The task.
Copy each line of the records below, from the first through the one that contains "cannot be read", exactly as written.

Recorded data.

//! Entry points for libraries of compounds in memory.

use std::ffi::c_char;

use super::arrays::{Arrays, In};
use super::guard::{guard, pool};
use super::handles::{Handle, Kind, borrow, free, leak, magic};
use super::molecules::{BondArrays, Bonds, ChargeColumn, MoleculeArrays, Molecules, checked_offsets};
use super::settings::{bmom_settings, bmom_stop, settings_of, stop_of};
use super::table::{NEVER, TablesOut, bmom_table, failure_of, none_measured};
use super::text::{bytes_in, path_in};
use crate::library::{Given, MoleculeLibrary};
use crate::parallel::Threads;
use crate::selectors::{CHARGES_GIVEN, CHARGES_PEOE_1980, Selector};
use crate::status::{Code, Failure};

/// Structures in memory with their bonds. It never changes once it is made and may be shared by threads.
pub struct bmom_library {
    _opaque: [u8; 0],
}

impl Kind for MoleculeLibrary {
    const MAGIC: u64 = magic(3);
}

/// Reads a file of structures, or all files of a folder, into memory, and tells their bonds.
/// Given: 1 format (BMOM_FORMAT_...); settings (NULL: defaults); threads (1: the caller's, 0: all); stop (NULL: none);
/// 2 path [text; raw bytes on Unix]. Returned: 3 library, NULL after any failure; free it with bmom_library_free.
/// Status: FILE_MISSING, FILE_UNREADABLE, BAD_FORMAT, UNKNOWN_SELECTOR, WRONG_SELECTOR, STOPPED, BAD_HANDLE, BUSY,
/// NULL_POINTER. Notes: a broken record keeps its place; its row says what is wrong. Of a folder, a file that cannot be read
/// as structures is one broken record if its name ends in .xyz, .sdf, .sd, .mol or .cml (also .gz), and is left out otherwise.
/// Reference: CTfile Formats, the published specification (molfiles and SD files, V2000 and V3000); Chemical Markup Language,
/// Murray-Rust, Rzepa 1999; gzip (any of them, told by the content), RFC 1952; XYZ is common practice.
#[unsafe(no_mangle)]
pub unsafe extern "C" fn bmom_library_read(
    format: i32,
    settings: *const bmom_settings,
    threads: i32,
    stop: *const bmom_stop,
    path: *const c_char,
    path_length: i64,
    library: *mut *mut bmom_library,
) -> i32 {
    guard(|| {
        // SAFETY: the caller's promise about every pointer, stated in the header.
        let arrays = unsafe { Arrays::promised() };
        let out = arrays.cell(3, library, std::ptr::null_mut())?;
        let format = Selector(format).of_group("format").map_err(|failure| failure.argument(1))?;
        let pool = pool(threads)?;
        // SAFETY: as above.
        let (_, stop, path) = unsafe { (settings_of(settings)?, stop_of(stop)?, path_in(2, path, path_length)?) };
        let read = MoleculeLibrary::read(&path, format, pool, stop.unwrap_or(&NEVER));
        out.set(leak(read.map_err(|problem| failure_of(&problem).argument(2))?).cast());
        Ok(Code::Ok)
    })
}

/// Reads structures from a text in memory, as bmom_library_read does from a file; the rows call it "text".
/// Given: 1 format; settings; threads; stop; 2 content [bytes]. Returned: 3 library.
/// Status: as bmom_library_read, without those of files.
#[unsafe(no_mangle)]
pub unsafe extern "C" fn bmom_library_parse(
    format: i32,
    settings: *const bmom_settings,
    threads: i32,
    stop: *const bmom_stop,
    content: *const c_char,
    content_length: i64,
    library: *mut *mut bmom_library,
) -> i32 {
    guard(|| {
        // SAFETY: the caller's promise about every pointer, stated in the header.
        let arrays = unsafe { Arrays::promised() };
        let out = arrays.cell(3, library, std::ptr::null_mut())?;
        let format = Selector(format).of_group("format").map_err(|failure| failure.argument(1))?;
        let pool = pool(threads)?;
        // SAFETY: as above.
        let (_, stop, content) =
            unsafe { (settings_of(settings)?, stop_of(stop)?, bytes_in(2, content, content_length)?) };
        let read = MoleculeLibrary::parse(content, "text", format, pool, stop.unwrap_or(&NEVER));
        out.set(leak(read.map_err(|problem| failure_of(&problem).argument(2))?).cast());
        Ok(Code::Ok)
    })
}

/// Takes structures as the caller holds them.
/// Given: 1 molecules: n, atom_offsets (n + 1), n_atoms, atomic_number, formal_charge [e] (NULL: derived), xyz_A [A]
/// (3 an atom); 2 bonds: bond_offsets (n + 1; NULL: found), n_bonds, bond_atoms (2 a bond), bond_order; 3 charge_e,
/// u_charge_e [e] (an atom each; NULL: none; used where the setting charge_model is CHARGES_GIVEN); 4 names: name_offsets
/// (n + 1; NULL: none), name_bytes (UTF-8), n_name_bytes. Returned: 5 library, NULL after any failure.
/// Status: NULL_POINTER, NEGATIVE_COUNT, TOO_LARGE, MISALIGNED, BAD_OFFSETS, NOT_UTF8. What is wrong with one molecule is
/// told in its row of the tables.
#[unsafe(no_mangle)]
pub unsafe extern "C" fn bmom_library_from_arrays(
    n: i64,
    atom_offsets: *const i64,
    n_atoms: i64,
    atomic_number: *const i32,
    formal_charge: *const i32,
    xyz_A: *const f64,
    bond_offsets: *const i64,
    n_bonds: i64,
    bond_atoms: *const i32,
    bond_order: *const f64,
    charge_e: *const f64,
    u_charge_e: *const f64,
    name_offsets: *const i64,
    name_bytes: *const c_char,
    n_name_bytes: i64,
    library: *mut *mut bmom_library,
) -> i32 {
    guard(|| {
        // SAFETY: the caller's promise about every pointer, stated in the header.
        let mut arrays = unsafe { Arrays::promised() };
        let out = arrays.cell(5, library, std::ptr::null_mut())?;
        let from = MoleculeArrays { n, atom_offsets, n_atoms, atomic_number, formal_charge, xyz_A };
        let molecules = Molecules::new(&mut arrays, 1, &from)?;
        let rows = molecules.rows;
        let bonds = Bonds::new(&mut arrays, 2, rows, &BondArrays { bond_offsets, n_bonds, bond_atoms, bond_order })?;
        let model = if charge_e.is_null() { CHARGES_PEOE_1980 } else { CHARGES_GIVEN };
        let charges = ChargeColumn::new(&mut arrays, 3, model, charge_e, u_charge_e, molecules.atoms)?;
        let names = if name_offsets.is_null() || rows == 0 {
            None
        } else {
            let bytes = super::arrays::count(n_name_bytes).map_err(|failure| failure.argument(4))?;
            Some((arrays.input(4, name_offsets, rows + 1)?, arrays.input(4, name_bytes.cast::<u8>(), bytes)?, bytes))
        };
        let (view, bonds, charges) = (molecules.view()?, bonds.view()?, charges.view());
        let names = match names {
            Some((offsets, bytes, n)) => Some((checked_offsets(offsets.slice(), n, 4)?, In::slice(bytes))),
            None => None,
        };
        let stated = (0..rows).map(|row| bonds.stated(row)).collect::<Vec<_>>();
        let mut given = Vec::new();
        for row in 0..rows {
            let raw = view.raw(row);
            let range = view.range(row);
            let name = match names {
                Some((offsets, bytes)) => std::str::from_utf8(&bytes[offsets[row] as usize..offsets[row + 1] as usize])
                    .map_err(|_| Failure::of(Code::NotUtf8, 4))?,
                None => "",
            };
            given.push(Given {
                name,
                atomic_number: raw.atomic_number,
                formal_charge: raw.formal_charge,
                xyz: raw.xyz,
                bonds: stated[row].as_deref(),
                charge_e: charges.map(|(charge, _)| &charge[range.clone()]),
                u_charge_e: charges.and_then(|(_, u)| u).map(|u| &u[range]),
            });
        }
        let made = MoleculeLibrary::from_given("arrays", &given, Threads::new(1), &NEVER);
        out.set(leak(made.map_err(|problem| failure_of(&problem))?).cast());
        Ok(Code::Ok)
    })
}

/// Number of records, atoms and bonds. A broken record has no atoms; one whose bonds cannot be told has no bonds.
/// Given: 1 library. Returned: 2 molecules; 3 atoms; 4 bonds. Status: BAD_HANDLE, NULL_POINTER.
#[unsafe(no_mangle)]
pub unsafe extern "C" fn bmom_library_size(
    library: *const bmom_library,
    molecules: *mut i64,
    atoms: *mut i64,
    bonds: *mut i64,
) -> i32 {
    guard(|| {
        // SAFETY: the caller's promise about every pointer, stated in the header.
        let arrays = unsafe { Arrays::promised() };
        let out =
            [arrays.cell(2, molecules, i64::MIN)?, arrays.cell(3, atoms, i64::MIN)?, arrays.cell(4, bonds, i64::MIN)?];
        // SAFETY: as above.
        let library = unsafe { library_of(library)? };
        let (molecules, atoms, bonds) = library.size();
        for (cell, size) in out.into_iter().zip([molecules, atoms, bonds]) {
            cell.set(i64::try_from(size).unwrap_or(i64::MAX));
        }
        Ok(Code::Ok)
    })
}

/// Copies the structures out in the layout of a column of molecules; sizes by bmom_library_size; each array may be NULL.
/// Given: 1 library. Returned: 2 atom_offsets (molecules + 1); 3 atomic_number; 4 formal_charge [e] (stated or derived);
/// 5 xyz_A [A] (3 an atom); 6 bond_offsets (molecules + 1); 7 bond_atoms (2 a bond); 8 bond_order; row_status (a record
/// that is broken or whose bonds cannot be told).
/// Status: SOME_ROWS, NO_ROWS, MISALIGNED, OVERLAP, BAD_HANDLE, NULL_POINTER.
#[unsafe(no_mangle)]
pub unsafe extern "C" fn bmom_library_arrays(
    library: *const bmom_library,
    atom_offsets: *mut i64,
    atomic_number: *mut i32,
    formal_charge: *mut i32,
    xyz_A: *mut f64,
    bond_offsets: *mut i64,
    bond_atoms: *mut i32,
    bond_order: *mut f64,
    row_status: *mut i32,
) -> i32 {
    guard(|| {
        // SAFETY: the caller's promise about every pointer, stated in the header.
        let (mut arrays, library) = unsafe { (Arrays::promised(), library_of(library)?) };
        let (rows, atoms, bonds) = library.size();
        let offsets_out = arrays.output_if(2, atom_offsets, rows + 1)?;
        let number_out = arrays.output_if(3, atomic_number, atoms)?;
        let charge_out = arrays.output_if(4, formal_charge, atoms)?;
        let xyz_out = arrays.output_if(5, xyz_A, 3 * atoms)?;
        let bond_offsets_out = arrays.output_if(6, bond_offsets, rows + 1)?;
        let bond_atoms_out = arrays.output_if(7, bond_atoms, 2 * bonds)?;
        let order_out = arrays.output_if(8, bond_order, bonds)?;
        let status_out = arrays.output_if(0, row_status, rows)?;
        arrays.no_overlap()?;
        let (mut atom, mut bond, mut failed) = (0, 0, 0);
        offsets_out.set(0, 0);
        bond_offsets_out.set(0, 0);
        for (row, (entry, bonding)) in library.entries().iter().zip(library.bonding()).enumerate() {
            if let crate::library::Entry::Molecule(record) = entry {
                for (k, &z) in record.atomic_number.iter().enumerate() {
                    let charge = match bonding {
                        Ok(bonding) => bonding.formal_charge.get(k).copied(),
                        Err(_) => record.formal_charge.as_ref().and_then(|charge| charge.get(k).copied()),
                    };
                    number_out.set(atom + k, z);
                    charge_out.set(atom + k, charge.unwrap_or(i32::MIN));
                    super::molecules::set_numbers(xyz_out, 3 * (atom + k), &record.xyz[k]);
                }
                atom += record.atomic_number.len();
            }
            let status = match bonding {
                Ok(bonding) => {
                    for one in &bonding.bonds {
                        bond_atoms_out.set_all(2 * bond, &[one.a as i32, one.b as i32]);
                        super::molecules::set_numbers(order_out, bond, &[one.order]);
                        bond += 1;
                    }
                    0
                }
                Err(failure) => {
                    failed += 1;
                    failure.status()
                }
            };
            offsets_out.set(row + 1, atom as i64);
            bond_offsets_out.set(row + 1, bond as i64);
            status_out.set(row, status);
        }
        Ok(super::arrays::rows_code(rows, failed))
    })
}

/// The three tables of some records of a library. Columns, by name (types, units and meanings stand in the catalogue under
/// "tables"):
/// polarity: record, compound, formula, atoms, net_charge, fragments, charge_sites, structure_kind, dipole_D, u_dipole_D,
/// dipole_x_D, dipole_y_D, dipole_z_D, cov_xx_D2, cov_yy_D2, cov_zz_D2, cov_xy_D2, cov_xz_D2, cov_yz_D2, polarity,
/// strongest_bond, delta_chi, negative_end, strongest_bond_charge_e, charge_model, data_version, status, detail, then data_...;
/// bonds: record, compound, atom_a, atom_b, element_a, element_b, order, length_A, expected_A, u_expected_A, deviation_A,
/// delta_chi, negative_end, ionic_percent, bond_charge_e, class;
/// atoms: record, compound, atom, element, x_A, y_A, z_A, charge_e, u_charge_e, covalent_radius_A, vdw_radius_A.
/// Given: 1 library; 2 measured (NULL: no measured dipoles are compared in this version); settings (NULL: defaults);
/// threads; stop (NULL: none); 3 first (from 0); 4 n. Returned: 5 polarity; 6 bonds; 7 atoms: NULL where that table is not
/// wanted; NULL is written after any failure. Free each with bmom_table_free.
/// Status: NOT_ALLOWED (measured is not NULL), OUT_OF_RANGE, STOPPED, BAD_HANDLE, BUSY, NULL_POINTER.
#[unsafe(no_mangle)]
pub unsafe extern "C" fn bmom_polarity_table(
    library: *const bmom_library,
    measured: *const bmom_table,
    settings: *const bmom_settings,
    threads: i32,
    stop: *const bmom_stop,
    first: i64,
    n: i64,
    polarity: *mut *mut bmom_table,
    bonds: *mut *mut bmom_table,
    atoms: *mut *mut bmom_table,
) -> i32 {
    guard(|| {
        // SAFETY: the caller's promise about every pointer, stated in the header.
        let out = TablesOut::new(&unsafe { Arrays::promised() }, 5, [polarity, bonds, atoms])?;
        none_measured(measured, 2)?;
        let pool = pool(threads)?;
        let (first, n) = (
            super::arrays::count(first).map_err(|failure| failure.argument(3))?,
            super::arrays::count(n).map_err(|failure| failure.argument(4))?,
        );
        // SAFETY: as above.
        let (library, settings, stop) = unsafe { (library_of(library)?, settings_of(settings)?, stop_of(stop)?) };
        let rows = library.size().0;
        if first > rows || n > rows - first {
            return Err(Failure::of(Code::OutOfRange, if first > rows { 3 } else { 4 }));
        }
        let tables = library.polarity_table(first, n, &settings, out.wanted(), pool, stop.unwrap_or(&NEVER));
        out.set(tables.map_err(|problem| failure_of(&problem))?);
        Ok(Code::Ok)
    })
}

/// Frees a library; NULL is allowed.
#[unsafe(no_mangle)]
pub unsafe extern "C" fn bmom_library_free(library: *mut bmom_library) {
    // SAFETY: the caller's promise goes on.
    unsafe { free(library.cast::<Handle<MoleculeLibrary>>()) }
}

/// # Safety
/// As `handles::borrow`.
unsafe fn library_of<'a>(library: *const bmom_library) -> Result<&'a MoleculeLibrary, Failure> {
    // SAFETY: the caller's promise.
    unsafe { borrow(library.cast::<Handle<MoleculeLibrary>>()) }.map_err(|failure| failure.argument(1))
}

Finished exercise.
//! Entry points for libraries of compounds in memory.

use std::ffi::c_char;

use super::arrays::{Arrays, In};
use super::guard::{guard, pool};
use super::handles::{Handle, Kind, borrow, free, leak, magic};
use super::molecules::{BondArrays, Bonds, ChargeColumn, MoleculeArrays, Molecules, checked_offsets};
use super::settings::{bmom_settings, bmom_stop, settings_of, stop_of};
use super::table::{NEVER, TablesOut, bmom_table, failure_of, none_measured};
use super::text::{bytes_in, path_in};
use crate::library::{Given, MoleculeLibrary};
use crate::parallel::Threads;
use crate::selectors::{CHARGES_GIVEN, CHARGES_PEOE_1980, Selector};
use crate::status::{Code, Failure};

/// Structures in memory with their bonds. It never changes once it is made and may be shared by threads.
pub struct bmom_library {
    _opaque: [u8; 0],
}

impl Kind for MoleculeLibrary {
    const MAGIC: u64 = magic(3);
}

/// Reads a file of structures, or all files of a folder, into memory, and tells their bonds.
/// Given: 1 format (BMOM_FORMAT_...); settings (NULL: defaults); threads (1: the caller's, 0: all); stop (NULL: none);
/// 2 path [text; raw bytes on Unix]. Returned: 3 library, NULL after any failure; free it with bmom_library_free.
/// Status: FILE_MISSING, FILE_UNREADABLE, BAD_FORMAT, UNKNOWN_SELECTOR, WRONG_SELECTOR, STOPPED, BAD_HANDLE, BUSY,
/// NULL_POINTER. Notes: a broken record keeps its place; its row says what is wrong. Of a folder, a file that cannot be read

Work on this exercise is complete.